Entries supplied>
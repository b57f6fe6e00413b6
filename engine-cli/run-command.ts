/**
 * Runs one engine command on a JSON text, as the CLI contract describes: a result on success, or a
 * one-line reason naming the offending field (exit status 2) on bad input. Kept apart from the CLI
 * script so tests can call it without a child process.
 */
import { engineCommands } from './commands';
import { EngineInputError, findNonFinite, formatIssues } from '../lib/engine/validation';

export type CommandOutcome = { ok: true; output: unknown } | { ok: false; status: 2; reason: string };

export async function runEngineCommand(name: string | undefined, inputText: string): Promise<CommandOutcome> {
  const command = name ? engineCommands[name] : undefined;
  if (!command) {
    return { ok: false, status: 2, reason: `command: must be one of ${Object.keys(engineCommands).join(', ')}` };
  }
  let raw: unknown;
  try {
    raw = JSON.parse(inputText);
  } catch (e) {
    return { ok: false, status: 2, reason: `(input): not valid JSON (${(e as Error).message})` };
  }
  const parsed = command.schema.safeParse(raw);
  if (!parsed.success) return { ok: false, status: 2, reason: formatIssues(parsed.error)[0] ?? '(input): invalid' };
  try {
    const output = await command.run(parsed.data);
    const bad = findNonFinite(output);
    // A non-finite number in the output is an engine defect, not bad input: fail loudly.
    if (bad) throw new Error(`engine produced a non-finite number at ${bad}`);
    return { ok: true, output };
  } catch (e) {
    if (e instanceof EngineInputError) return { ok: false, status: 2, reason: e.message };
    throw e;
  }
}
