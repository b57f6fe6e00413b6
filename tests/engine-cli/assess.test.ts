/**
 * The `assess` command through the real CLI (`npm run --silent engine -- assess`), as the engine
 * contract (docs/engine-contract.md) specifies: JSON in on stdin, JSON out on stdout with the
 * listed fields and never NaN or Infinity; bad input exits 2 with one line naming the field on
 * stderr and nothing on stdout. A short run (one scenario, one horizon) keeps the test quick.
 */
import { spawnSync } from 'node:child_process';
import path from 'node:path';
import { beforeAll, describe, expect, it } from 'vitest';
import { createHash } from 'node:crypto';
import canonicalize from 'canonicalize';
import { exampleSite } from '../../lib/engine/site-schema';
import { assessInputSchema } from '../../lib/engine/assess';
import { formatIssues } from '../../lib/engine/validation';

const root = path.resolve(__dirname, '..', '..');

function runCli(input: string) {
  const r = spawnSync('npm', ['run', '--silent', 'engine', '--', 'assess'], { cwd: root, input, encoding: 'utf8', timeout: 120_000 });
  return { status: r.status, stdout: r.stdout, stderr: r.stderr };
}

function site() {
  const s = structuredClone(exampleSite) as Record<string, unknown>;
  delete s.observed; // no calibration: a quicker run
  return s;
}

/** Fields every result (and the baseline) carries (engine contract, `assess` output). */
const RESULT_FIELDS = [
  'air_temperature_c',
  'thawing_index_c_days',
  'freezing_index_c_days',
  'seasonal_thaw_m',
  'permafrost_table_m',
  'talik',
  'talik_onset_year',
  'ground_temperature_c',
  'ground_temperature_depth_m',
  'settlement_m',
  'hazard',
  'hazard_reasons',
  'confidence',
] as const;

describe('engine CLI: assess', () => {
  let good: ReturnType<typeof runCli>;
  beforeAll(() => {
    good = runCli(JSON.stringify({ site: site(), scenarios: ['SSP2-4.5'], horizons: [2030] }));
  });

  it('good input: exit 0, contract fields present', () => {
    expect(good.stderr).toBe('');
    expect(good.status).toBe(0);
    const out = JSON.parse(good.stdout);
    expect(out.baseline.period).toEqual([1991, 2020]);
    for (const f of RESULT_FIELDS) expect(out.baseline).toHaveProperty(f);
    expect(out.results).toHaveLength(1);
    const r = out.results[0];
    expect(r).toMatchObject({ scenario: 'SSP2-4.5', horizon: 2030, window: [2021, 2040] });
    for (const f of RESULT_FIELDS) expect(r).toHaveProperty(f);
    expect(['low', 'moderate', 'high']).toContain(r.hazard);
    expect(Array.isArray(r.hazard_reasons)).toBe(true);
    // The same depth of zero annual amplitude in every entry (contract).
    expect(r.ground_temperature_depth_m).toBe(out.baseline.ground_temperature_depth_m);
    expect(out.annual.length).toBeGreaterThan(0);
    expect(out.annual[0]).toMatchObject({ scenario: 'SSP2-4.5' });
    expect(out.annual[0]).toHaveProperty('seasonal_thaw_m');
    expect(out.envelopes[0]).toMatchObject({ scenario: 'SSP2-4.5', horizon: 2030 });
    expect(out.envelopes[0].depths_m.length).toBe(out.envelopes[0].min_c.length);
    expect(out.envelopes[0].depths_m.length).toBe(out.envelopes[0].max_c.length);
    expect(out.provenance.engine_version).toMatch(/^\d+\.\d+\.\d+$/);
    expect(out.provenance.input_sha256).toMatch(/^[0-9a-f]{64}$/);
    expect(out.provenance.sources.length).toBeGreaterThan(0);
  });

  it('good input: no NaN or Infinity anywhere (JSON cannot carry them; nulls only where documented)', () => {
    // JSON.stringify writes NaN/Infinity as null: nulls may only be the documented nullable fields.
    const allowedNull = new Set(['talik_onset_year', 'permafrost_table_m', 'column_extended_to_m', 'baseline_permafrost_table_m', 'baseline_permafrost_base_m', 'workerFallback']);
    const walk = (v: unknown, key: string) => {
      if (v === null) expect(allowedNull.has(key), `null at ${key}`).toBe(true);
      else if (typeof v === 'number') expect(Number.isFinite(v)).toBe(true);
      else if (Array.isArray(v)) v.forEach((x) => walk(x, key));
      else if (typeof v === 'object') for (const [k, x] of Object.entries(v as object)) walk(x, k);
    };
    walk(JSON.parse(good.stdout), '');
  });

  it('the input hash is the SHA-256 of the validated input in RFC 8785 canonical JSON', () => {
    const out = JSON.parse(good.stdout);
    const validated = assessInputSchema.parse({ site: site(), scenarios: ['SSP2-4.5'], horizons: [2030] });
    // RFC 8785 canonicalization (the `canonicalize` package), then SHA-256 (FIPS 180-4).
    expect(out.provenance.input_sha256).toBe(createHash('sha256').update(canonicalize(validated)!).digest('hex'));
    // Key order does not matter to the canonical form (RFC 8785 §3.2.3): unparsed objects, since the
    // schema would rebuild them in its own key order anyway.
    const raw = { site: site(), scenarios: ['SSP2-4.5'], horizons: [2030] };
    const reordered = { horizons: [2030], scenarios: ['SSP2-4.5'], site: Object.fromEntries(Object.entries(site()).reverse()) };
    expect(JSON.stringify(reordered)).not.toBe(JSON.stringify(raw));
    expect(canonicalize(reordered)).toBe(canonicalize(raw));
  });

  it('a horizon that is not a decade 2030–2090: exit 2, one line naming horizons[0], nothing on stdout', () => {
    const r = runCli(JSON.stringify({ site: site(), scenarios: ['SSP2-4.5'], horizons: [2035] }));
    expect(r.status).toBe(2);
    expect(r.stdout).toBe('');
    const lines = r.stderr.trim().split('\n');
    expect(lines).toHaveLength(1);
    expect(lines[0]).toMatch(/^horizons\[0\]: must be a decade from 2030 to 2090/);
    // The same rule in-process for the ends of the range (contract: decades 2030 to 2090 only).
    for (const [horizons, path] of [[[2020], 'horizons[0]'], [[2050, 2100], 'horizons[1]'], [[2050, 2050.5], 'horizons[1]']] as const) {
      const parsed = assessInputSchema.safeParse({ site: site(), scenarios: ['SSP2-4.5'], horizons });
      expect(parsed.success).toBe(false);
      expect(formatIssues(parsed.error!)[0]).toMatch(new RegExp(`^${path.replace(/[[\]]/g, '\\$&')}: must be a decade from 2030 to 2090`));
    }
  });

  it('a bad site field: exit 2 naming its path (contract example), nothing on stdout', () => {
    const s = site() as { layers: { thickness_m: number }[] };
    s.layers[1].thickness_m = 0;
    const r = runCli(JSON.stringify({ site: s, scenarios: ['SSP2-4.5'], horizons: [2050] }));
    expect(r.status).toBe(2);
    expect(r.stdout).toBe('');
    expect(r.stderr.trim()).toBe('site.layers[1].thickness_m: must be > 0');
  });

  it('a 50 km column (50 layers of 1000 m): exit 2 naming the layer thickness, at once (bounds, docs/site-schema.md)', () => {
    const s = site() as { layers: { thickness_m: number }[] };
    s.layers = Array.from({ length: 50 }, () => ({ ...s.layers[s.layers.length - 1], thickness_m: 1000 }));
    const r = runCli(JSON.stringify({ site: s, scenarios: ['SSP2-4.5'], horizons: [2050] }));
    expect(r.status).toBe(2);
    expect(r.stdout).toBe('');
    expect(r.stderr.trim()).toBe('site.layers[0].thickness_m: must be <= 200');
  });

  it('an unknown scenario: exit 2 naming scenarios[1]', () => {
    const r = runCli(JSON.stringify({ site: site(), scenarios: ['SSP2-4.5', 'RCP8.5'], horizons: [2050] }));
    expect(r.status).toBe(2);
    expect(r.stdout).toBe('');
    expect(r.stderr.trim()).toMatch(/^scenarios\[1\]: must be one of /);
  });
});
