/**
 * Effective radiative forcing (ERF) pathways and CO2 concentrations used by the scenario-warming
 * emulator: historical from 1850 (1750 = 0 W m-2), then each SSP to 2100, annual.
 *
 * How the pathways are built (read = taken from the source as given in the engine issue; from
 * memory = recalled, not read from the source here; reconstructed = built by the rule stated):
 *
 * 1. Historical total ERF 1850–2014 (anthropogenic + solar, relative to 1750): a smooth shape
 *    through decadal anchor values (from memory of the AR6 WG1 ch. 7 assessed time series, Fig. 7.8
 *    and Annex III [1, 2]), pinned to the assessed total anthropogenic ERF of 2.72 W m-2 in 2019
 *    relative to 1750 (read [1]; very likely 1.96–3.48, from memory). Volcanic forcing is left out:
 *    it is represented by its long-term mean, taken as zero, so the dips after Krakatau (1883),
 *    Agung (1963), El Chichón (1982) and Pinatubo (1991) are smoothed away. Linear between anchors.
 * 2. 1750–1850: a linear ramp from 0 (used only to start the emulator near equilibrium).
 * 3. Scenarios from 2015, as in CMIP6 (historical to 2014, ScenarioMIP from 2015): a shape-preserving
 *    cubic (Fritsch–Carlson monotone Hermite [5]) through the 2014 historical value and the AR6 ch. 7
 *    total ERF in 2020 / 2050 / 2100 per scenario (read, as given in the issue [1]). Between the
 *    anchors the shape is an interpolation, not an assessment.
 * 4. SSP1-1.9 has no ERF anchor above: it is reconstructed as SSP1-2.6 less the CO2 forcing of
 *    the gap between the two scenarios' CO2 concentrations, the gap opening linearly from 0 in 2020
 *    to its 2100 size (446 − 393 ppm; 446 read [3], 393 from memory [3]); non-CO2 differences are
 *    neglected. In 2100 this gives 2.383 W m-2; as a cross-check, the scenario's nominal 1.9 W m-2
 *    times the mean ratio of AR6 ERF to nominal label of the other four (3.10/2.6, 5.40/4.5,
 *    8.18/7.0, 10.0/8.5 → 1.185) gives 2.25 W m-2.
 * 5. CO2 concentrations (only used for the slope of the logarithmic CO2 law in the permafrost-carbon
 *    feedback): historical anchors from memory (ice core and Mauna Loa records as compiled for CMIP6
 *    [4]), 2100 per scenario from Meinshausen et al. 2020 [3] (446 / 603 / 867 / 1135 ppm read,
 *    SSP1-1.9 393 from memory), 2050 values from memory (approximate), linear between anchors.
 *
 * References (DOIs from memory except those given in the engine issue):
 * [1] P. Forster et al., "The Earth's energy budget, climate feedbacks, and climate sensitivity,"
 *     in IPCC AR6 WG1, Cambridge Univ. Press, 2021, ch. 7, doi:10.1017/9781009157896.009.
 * [2] IPCC AR6 WG1 Annex III, "Tables of historical and projected well-mixed greenhouse gas mixing
 *     ratios and effective radiative forcing of all climate forcers," 2021, doi:10.1017/9781009157896.017.
 * [3] M. Meinshausen et al., "The shared socio-economic pathway (SSP) greenhouse gas concentrations and
 *     their extensions to 2500," Geosci. Model Dev. 13, 3571–3605, 2020, doi:10.5194/gmd-13-3571-2020.
 * [4] M. Meinshausen et al., "Historical greenhouse gas concentrations for climate modelling (CMIP6),"
 *     Geosci. Model Dev. 10, 2057–2116, 2017, doi:10.5194/gmd-10-2057-2017.
 * [5] F. N. Fritsch and R. E. Carlson, "Monotone piecewise cubic interpolation," SIAM J. Numer. Anal.
 *     17(2), 238–246, 1980, doi:10.1137/0717021.
 */
import { CO2_FORCING_SCALE_W_M2 } from '../constants';

export type ScenarioId = 'SSP1-1.9' | 'SSP1-2.6' | 'SSP2-4.5' | 'SSP3-7.0' | 'SSP5-8.5';

/** First and last year of the pathways [yr]. */
export const FORCING_FIRST_YEAR = 1750;
export const FORCING_LAST_YEAR = 2100;
/** Last year of the historical pathway; scenarios start the year after (CMIP6 convention). */
export const HISTORICAL_LAST_YEAR = 2014;

/**
 * Historical total ERF anchors [year, W m-2] relative to 1750, volcanic smoothed out.
 * Values 1850–2014 from memory of AR6 WG1 ch. 7 Fig. 7.8 / Annex III (shape only); 2019 read (2.72).
 */
export const HISTORICAL_ERF_ANCHORS: ReadonlyArray<readonly [number, number]> = [
  [1750, 0],
  [1850, 0.2],
  [1870, 0.25],
  [1890, 0.28],
  [1900, 0.32],
  [1910, 0.38],
  [1920, 0.45],
  [1930, 0.52],
  [1940, 0.6],
  [1950, 0.62],
  [1960, 0.75],
  [1970, 0.92],
  [1980, 1.25],
  [1990, 1.62],
  [2000, 1.92],
  [2010, 2.3],
  [2014, 2.5],
  [2019, 2.72],
];

/** AR6 total ERF in 2020 / 2050 / 2100 [W m-2] per scenario (AR6 WG1 ch. 7 [1], read as given in the issue). */
export const SCENARIO_ERF_ANCHORS_W_M2: Readonly<Record<Exclude<ScenarioId, 'SSP1-1.9'>, readonly [number, number, number]>> = {
  'SSP1-2.6': [2.8, 3.58, 3.1],
  'SSP2-4.5': [2.83, 4.24, 5.4],
  'SSP3-7.0': [2.76, 4.63, 8.18],
  'SSP5-8.5': [2.94, 5.3, 10.0],
};
export const SCENARIO_ERF_ANCHOR_YEARS = [2020, 2050, 2100] as const;

/** CO2 in 2100 [ppm] (Meinshausen et al. 2020 [3]; SSP1-1.9 from memory, the others read as given in the issue). */
export const CO2_2100_PPM: Readonly<Record<ScenarioId, number>> = {
  'SSP1-1.9': 393,
  'SSP1-2.6': 446,
  'SSP2-4.5': 603,
  'SSP3-7.0': 867,
  'SSP5-8.5': 1135,
};
/** CO2 in 2050 [ppm], from memory of Meinshausen et al. 2020 [3], approximate. */
export const CO2_2050_PPM: Readonly<Record<ScenarioId, number>> = {
  'SSP1-1.9': 430,
  'SSP1-2.6': 460,
  'SSP2-4.5': 510,
  'SSP3-7.0': 540,
  'SSP5-8.5': 565,
};
/** Historical CO2 anchors [year, ppm], from memory of the CMIP6 historical compilation [4]. */
export const HISTORICAL_CO2_ANCHORS_PPM: ReadonlyArray<readonly [number, number]> = [
  [1750, 278.3],
  [1850, 285.2],
  [1900, 295.7],
  [1950, 310.7],
  [1970, 325.7],
  [1990, 354.4],
  [2000, 369.7],
  [2010, 389.0],
  [2020, 412.0],
];

function linearAnchors(anchors: ReadonlyArray<readonly [number, number]>, year: number): number {
  if (year <= anchors[0][0]) return anchors[0][1];
  for (let i = 1; i < anchors.length; i++) {
    const [y1, v1] = anchors[i];
    if (year <= y1) {
      const [y0, v0] = anchors[i - 1];
      return v0 + ((v1 - v0) * (year - y0)) / (y1 - y0);
    }
  }
  return anchors[anchors.length - 1][1];
}

/**
 * Shape-preserving cubic Hermite interpolation (Fritsch & Carlson 1980 [5]) through knots.
 * @param xs Strictly increasing knot abscissae.
 * @param ys Knot values.
 * @param x Where to evaluate (clamped to the knot range).
 */
export function monotoneCubic(xs: readonly number[], ys: readonly number[], x: number): number {
  const n = xs.length;
  if (x <= xs[0]) return ys[0];
  if (x >= xs[n - 1]) return ys[n - 1];
  const h: number[] = [];
  const delta: number[] = [];
  for (let i = 0; i < n - 1; i++) {
    h.push(xs[i + 1] - xs[i]);
    delta.push((ys[i + 1] - ys[i]) / h[i]);
  }
  const m = new Array<number>(n);
  m[0] = delta[0];
  m[n - 1] = delta[n - 2];
  for (let i = 1; i < n - 1; i++) {
    if (delta[i - 1] * delta[i] <= 0) m[i] = 0;
    else {
      // Weighted harmonic mean of the neighbouring slopes (Fritsch & Butland form of [5]).
      const w1 = 2 * h[i] + h[i - 1];
      const w2 = h[i] + 2 * h[i - 1];
      m[i] = (w1 + w2) / (w1 / delta[i - 1] + w2 / delta[i]);
    }
  }
  let k = 0;
  while (x > xs[k + 1]) k++;
  const t = (x - xs[k]) / h[k];
  const t2 = t * t;
  const t3 = t2 * t;
  return (
    (2 * t3 - 3 * t2 + 1) * ys[k] + (t3 - 2 * t2 + t) * h[k] * m[k] + (-2 * t3 + 3 * t2) * ys[k + 1] + (t3 - t2) * h[k] * m[k + 1]
  );
}

/**
 * Historical total ERF in a year [W m-2] relative to 1750 (volcanic smoothed out).
 * @param year Calendar year; held at the 2019 value after 2019 (use the scenario pathways instead).
 */
export function historicalErfWm2(year: number): number {
  return linearAnchors(HISTORICAL_ERF_ANCHORS, year);
}

/** CO2 concentration [ppm] in a year along a scenario (approximate; see the file comment, item 5). */
export function co2ConcentrationPpm(scenario: ScenarioId, year: number): number {
  if (year <= 2020) return linearAnchors(HISTORICAL_CO2_ANCHORS_PPM, year);
  return linearAnchors(
    [
      [2020, 412.0],
      [2050, CO2_2050_PPM[scenario]],
      [2100, CO2_2100_PPM[scenario]],
    ],
    year,
  );
}

function anchoredScenarioErf(scenario: Exclude<ScenarioId, 'SSP1-1.9'>, year: number): number {
  const [f20, f50, f100] = SCENARIO_ERF_ANCHORS_W_M2[scenario];
  return monotoneCubic([HISTORICAL_LAST_YEAR, ...SCENARIO_ERF_ANCHOR_YEARS], [historicalErfWm2(HISTORICAL_LAST_YEAR), f20, f50, f100], year);
}

/** CO2 gap SSP1-2.6 − SSP1-1.9 [ppm], opening linearly from 2020 to 2100 (reconstruction, item 4). */
function ssp119Co2GapPpm(year: number): number {
  if (year <= 2020) return 0;
  const full = CO2_2100_PPM['SSP1-2.6'] - CO2_2100_PPM['SSP1-1.9'];
  return (full * Math.min(year - 2020, 80)) / 80;
}

/**
 * Total effective radiative forcing [W m-2] relative to 1750 in a year along a scenario.
 * @param scenario One of the five AR6 SSPs.
 * @param year Calendar year, 1750–2100 (clamped outside).
 * @returns ERF [W m-2]: historical to 2014, the scenario pathway from 2015 (see the file comment).
 */
export function scenarioErfWm2(scenario: ScenarioId, year: number): number {
  const y = Math.min(Math.max(year, FORCING_FIRST_YEAR), FORCING_LAST_YEAR);
  if (y <= HISTORICAL_LAST_YEAR) return historicalErfWm2(y);
  if (scenario !== 'SSP1-1.9') return anchoredScenarioErf(scenario, y);
  const base = anchoredScenarioErf('SSP1-2.6', y);
  const c126 = co2ConcentrationPpm('SSP1-2.6', y);
  const gap = ssp119Co2GapPpm(y);
  return base - CO2_FORCING_SCALE_W_M2 * Math.log(c126 / (c126 - gap));
}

Activity> Each line above from the one with "return linearAnchors(HISTORICAL_ERF_ANCHORS, year);" up to and including the one with "five AR6 SSPs." must be set down exactly, and no line outside that span may appear.

Answer space>
  return linearAnchors(HISTORICAL_ERF_ANCHORS, year);
}

/** CO2 concentration [ppm] in a year along a scenario (approximate; see the file comment, item 5). */
export function co2ConcentrationPpm(scenario: ScenarioId, year: number): number {
  if (year <= 2020) return linearAnchors(HISTORICAL_CO2_ANCHORS_PPM, year);
  return linearAnchors(
    [
      [2020, 412.0],
      [2050, CO2_2050_PPM[scenario]],
      [2100, CO2_2100_PPM[scenario]],
    ],
    year,
  );
}

function anchoredScenarioErf(scenario: Exclude<ScenarioId, 'SSP1-1.9'>, year: number): number {
  const [f20, f50, f100] = SCENARIO_ERF_ANCHORS_W_M2[scenario];
  return monotoneCubic([HISTORICAL_LAST_YEAR, ...SCENARIO_ERF_ANCHOR_YEARS], [historicalErfWm2(HISTORICAL_LAST_YEAR), f20, f50, f100], year);
}

/** CO2 gap SSP1-2.6 − SSP1-1.9 [ppm], opening linearly from 2020 to 2100 (reconstruction, item 4). */
function ssp119Co2GapPpm(year: number): number {
  if (year <= 2020) return 0;
  const full = CO2_2100_PPM['SSP1-2.6'] - CO2_2100_PPM['SSP1-1.9'];
  return (full * Math.min(year - 2020, 80)) / 80;
}

/**
 * Total effective radiative forcing [W m-2] relative to 1750 in a year along a scenario.
 * @param scenario One of the five AR6 SSPs.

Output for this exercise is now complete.